#### Records shown

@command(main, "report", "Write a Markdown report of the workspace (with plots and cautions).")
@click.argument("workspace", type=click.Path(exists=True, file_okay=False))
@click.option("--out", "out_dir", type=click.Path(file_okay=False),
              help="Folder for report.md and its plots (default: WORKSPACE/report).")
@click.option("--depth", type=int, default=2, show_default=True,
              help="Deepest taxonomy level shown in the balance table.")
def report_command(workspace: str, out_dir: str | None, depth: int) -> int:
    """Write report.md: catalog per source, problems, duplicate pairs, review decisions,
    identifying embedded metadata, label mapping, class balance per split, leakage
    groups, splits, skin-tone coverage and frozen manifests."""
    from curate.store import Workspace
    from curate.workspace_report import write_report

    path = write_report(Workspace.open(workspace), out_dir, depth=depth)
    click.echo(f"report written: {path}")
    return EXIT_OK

########

**What is expected**
Please quote the records above exactly, without skipping a line.

**Written answer**
@command(main, "report", "Write a Markdown report of the workspace (with plots and cautions).")
@click.argument("workspace", type=click.Path(exists=True, file_okay=False))
@click.option("--out", "out_dir", type=click.Path(file_okay=False),
              help="Folder for report.md and its plots (default: WORKSPACE/report).")
@click.option("--depth", type=int, default=2, show_default=True,
              help="Deepest taxonomy level shown in the balance table.")
def report_command(workspace: str, out_dir: str | None, depth: int) -> int:
    """Write report.md: catalog per source, problems, duplicate pairs, review decisions,
    identifying embedded metadata, label mapping, class balance per split, leakage
    groups, splits, skin-tone coverage and frozen manifests."""
    from curate.store import Workspace
    from curate.workspace_report import write_report

    path = write_report(Workspace.open(workspace), out_dir, depth=depth)
    click.echo(f"report written: {path}")
    return EXIT_OK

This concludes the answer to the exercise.